··· Input for this task ···

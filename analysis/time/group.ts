import type { Analysis, GroupResult } from '../result.ts';
import { measureLadder } from './ladder.ts';
import { measureLag } from './lag.ts';

/** Kinds whose photographs only say what they have to say together. */
export const groupKinds = ['ladder', 'lag'] as const;
export type GroupKind = (typeof groupKinds)[number];

export function isGroupKind(kind: string): kind is GroupKind {
  return groupKinds.some((known) => known === kind);
}

/** What the analyses of one group give together. */
export function measureGroup(
  kind: GroupKind,
  shots: readonly { name: string; analysis: Analysis }[],
): GroupResult {
  if (kind === 'ladder') return measureLadder(shots.map(ladderShot));
  return measureLag(
    shots.flatMap(({ name, analysis }) => {
      const { timing } = analysis.plots;
      return timing ? [{ name, timing }] : [];
    }),
  );
}

function ladderShot({ name, analysis }: { name: string; analysis: Analysis }) {
  const find = (wanted: string) => analysis.metrics.find((m) => m.name === wanted);
  return {
    name,
    capture: analysis.capture,
    greys: analysis.plots.greys ?? null,
    median: find('exposure.median') ?? null,
    clippedHighlights: find('clip.highlights')?.value ?? 0,
  };
}
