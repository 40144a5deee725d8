import type { DiscSample } from '../colour/disc-sample.ts';
import { measureClipping, measureExposure, measureMedian } from '../exposure/measure-exposure.ts';
import { measureFrame } from '../exposure/measure-frame.ts';
import { isGrey, plotTone, type ToneResponse } from '../exposure/tone.ts';
import type { Capture, Frame } from '../image.ts';
import { plotDiscs, plotOutline } from '../plots.ts';
import type { Analysis, Warning } from '../result.ts';
import type { Registration } from '../target/registration.ts';
import { warnOfGreys } from '../warnings.ts';

/** What is read of the target in one frame, `light` filled in where the shading could be told. */
export interface RungLight {
  readonly registration: Registration;
  readonly samples: readonly DiscSample[];
  readonly tone: ToneResponse | null;
}

/**
 * One rung of an exposure ladder: its exposure, and the greys that `measureLadder` compares over the rungs. Without a target only
 * the frame's median, for what a null method can tell.
 */
export function analyseLadder(
  frame: Frame,
  capture: Capture,
  light: RungLight | null,
): Pick<Analysis, 'registration' | 'metrics' | 'warnings' | 'plots'> {
  const frameLight = measureFrame(frame);
  const tone = light?.tone ?? null;
  const exposure =
    light && tone
      ? measureExposure(tone, frameLight, capture, light.registration.target.meanReflectance)
      : { metrics: [], warnings: [] };
  const { histogram, histogramByChannel } = frameLight;
  return {
    ...(light ? { registration: light.registration.summary } : {}),
    metrics: [...exposure.metrics, measureMedian(frameLight, tone), ...measureClipping(frameLight)],
    warnings: light ? [...warnOfGreys(light.samples), ...exposure.warnings] : [noGreys],
    plots: { histogram, histogramByChannel, ...(light ? plotsOf(light) : {}) },
  };
}

function plotsOf({ registration, samples }: RungLight): Partial<Analysis['plots']> {
  const greys = samples.filter((s) => isGrey(s) && !s.clipped && s.luminance > 0);
  return {
    outline: plotOutline(registration),
    tone: plotTone(samples),
    discs: plotDiscs(samples),
    greys: greys.map(({ disc, light, luminance, luminanceUncertainty }) => ({
      light: (disc.reflectance ?? 0) * light,
      luminance,
      uncertainty: luminanceUncertainty,
    })),
  };
}

const noGreys: Warning = {
  code: 'no-greys',
  message:
    'No target was found, so light can’t be read in stops. Photograph the ladder of the target, all of it in the frame.',
};
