import { MeasurementError } from '../errors.ts';
import type { Frame } from '../image.ts';
import { type FoundPage, findPage } from './find-page.ts';
import { cycleFrames, frameBitDiscs, frameBits, onCircle, timingPage } from './timing-page.ts';

export interface PageReading {
  /** The screen's frame time as the page states it, ms. */
  readonly frameTime: number;
  /**
   * From the hand's passing the mark to the start of the exposure, ms; the nearer way round the cycle, so that a photograph taken
   * before the mark is negative. A screen holds each frame for its whole time, and so does the hand: what frame k shows stands for
   * k frame times.
   */
  readonly elapsed: number;
  /** How long the shutter was open, in frames of the screen: from the metadata when told, else as the discs show it. */
  readonly exposureFrames: number;
}

/** Beyond this share of the cycle the mark lies ahead. Leaves 3.4 s for the slowest camera and 0.6 s for a hasty finger. */
const aheadFrom = 0.85;
/** Frames by which code and hand may differ: lens distortion moves the hand by as much. Our choice. */
const handSlack = 6;
/** Root mean square misfit of the discs' levels that still counts as read; half-tones are squeezed by the camera's tone curve. */
const mostMisfit = 0.2;
const step = 0.1;
const lengths = [0.02, 0.25, 0.5, 1, 1.5, 2, 3, 4, 6, 8, 12];

/**
 * Reads the running timing page from a photograph, at any turn and tilt to 30°, over- or under-exposed by 1.5 EV.
 * The discs' levels are compared with what each start and length of exposure would have mixed; the hand says which part of the cycle
 * to look in, so that a misread disc can't put the time far off.
 * @param exposureTime s, from the metadata, or null
 * @throws MeasurementError no-timing-page, timing-page-unclear
 */
export function readTimingPage(frame: Frame, exposureTime: number | null): PageReading {
  const page = findPage(frame);
  if (!page) {
    throw new MeasurementError(
      'no-timing-page',
      'The timing page was not found. Show all of it with its four rings, in focus, larger than a third of the picture’s height.',
    );
  }
  const { frameTime } = page;
  const frames = cycleFrames(frameTime);
  const hand = readHand(page, frames);
  const bits = readFrameBits(page);
  const told = exposureTime === null ? null : (exposureTime * 1000) / frameTime;
  const best = hand === null ? null : matchCode(bits, frames, hand, told);
  if (!best || !(best.misfit <= mostMisfit)) {
    throw new MeasurementError(
      'timing-page-unclear',
      'The timing page was found, but its discs can’t be told apart. Use a shorter exposure time, keep reflections off the screen and focus on it.',
    );
  }
  const cycles = (best.start - 0.5) / frames;
  const wrapped = cycles >= aheadFrom ? cycles - 1 : cycles;
  return { frameTime, elapsed: wrapped * frames * frameTime, exposureFrames: best.length };
}

/** Share of the exposure for which each bit was 1, as far as the tone curve lets it tell: both discs have their say. */
function readFrameBits(page: FoundPage): number[] {
  const { count, radius, disc } = timingPage.frameBits;
  return Array.from({ length: count }, (_, bit) => {
    const [one, zero] = frameBitDiscs(bit).map((index) => {
      const { x, y } = onCircle(radius, index, 2 * count);
      return page.level(x, y, disc);
    }) as [number, number];
    return (one + 1 - zero) / 2;
  });
}

/** The middle of the hand's trace, in frames since the mark, or null where no hand is seen. */
function readHand(page: FoundPage, frames: number): number | null {
  const { radius, disc } = timingPage.hand;
  const count = 180;
  const levels = Array.from({ length: count }, (_, i) => {
    const { x, y } = onCircle(radius, i, count);
    return page.level(x, y, disc / 2);
  });
  const ground = levels.toSorted((a, b) => a - b)[count >> 1]!;
  const highest = Math.max(...levels);
  if (!(highest - ground > 0.1)) return null;
  let sine = 0;
  let cosine = 0;
  levels.forEach((level, i) => {
    const weight = Math.max(0, level - ground - 0.3 * (highest - ground));
    sine += weight * Math.sin((2 * Math.PI * i) / count);
    cosine += weight * Math.cos((2 * Math.PI * i) / count);
  });
  return (Math.atan2(sine, cosine) / (2 * Math.PI)) * frames;
}

interface Match {
  /** Start and length of the exposure in frames; start in 0…frames. */
  start: number;
  length: number;
  misfit: number;
}

function matchCode(
  bits: readonly number[],
  frames: number,
  hand: number,
  told: number | null,
): Match | null {
  const tried = told === null ? lengths : [Math.max(0.02, told), ...lengths];
  // Another length must pay for its freedom, or noise would lengthen short exposures; against what the metadata tell, more dearly.
  const gain = told === null ? 0.9 : 0.35;
  let best: Match | null = null;
  for (const length of tried) {
    const match = matchLength(bits, frames, hand, length);
    if (!best || match.misfit < gain * best.misfit - 0.005) best = match;
  }
  return best;
}

/** The best start for one length; where several are as good, their middle. */
function matchLength(bits: readonly number[], frames: number, hand: number, length: number): Match {
  const from = hand + 0.5 - length / 2 - handSlack;
  const count = Math.round((2 * handSlack) / step);
  const codes = codesFrom(Math.floor(from), Math.ceil(2 * handSlack + length) + 2, frames);
  const misfits = Array.from({ length: count + 1 }, (_, i) => {
    const start = from + i * step - Math.floor(from);
    return misfitOf(bits, codes, start, length);
  });
  const misfit = Math.min(...misfits);
  let sum = 0;
  let good = 0;
  misfits.forEach((value, i) => {
    if (value > misfit + 0.01) return;
    sum += i;
    good++;
  });
  const start = from + (sum / good) * step;
  return { start: ((start % frames) + frames) % frames, length, misfit };
}

function codesFrom(first: number, count: number, frames: number): number[][] {
  return Array.from({ length: count }, (_, i) => frameBits(first + i, frames));
}

/** Root mean square over the bits of what an exposure from `start` (frames after the first code) would show less what is seen. */
function misfitOf(
  bits: readonly number[],
  codes: readonly number[][],
  start: number,
  length: number,
): number {
  const end = start + length;
  let squares = 0;
  bits.forEach((seen, bit) => {
    let share = 0;
    for (let k = Math.floor(start); k < end; k++) {
      const open = Math.min(k + 1, end) - Math.max(k, start);
      share += (open / length) * (codes[k]?.[bit] ?? 0);
    }
    squares += (share - seen) ** 2;
  });
  return Math.sqrt(squares / bits.length);
}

···

_Task goal_.
Scan the material above for the string "camera" and report each line where you find it.

_Worked solution_.
/** Beyond this share of the cycle the mark lies ahead. Leaves 3.4 s for the slowest camera and 0.6 s for a hasty finger. */
/** Root mean square misfit of the discs' levels that still counts as read; half-tones are squeezed by the camera's tone curve. */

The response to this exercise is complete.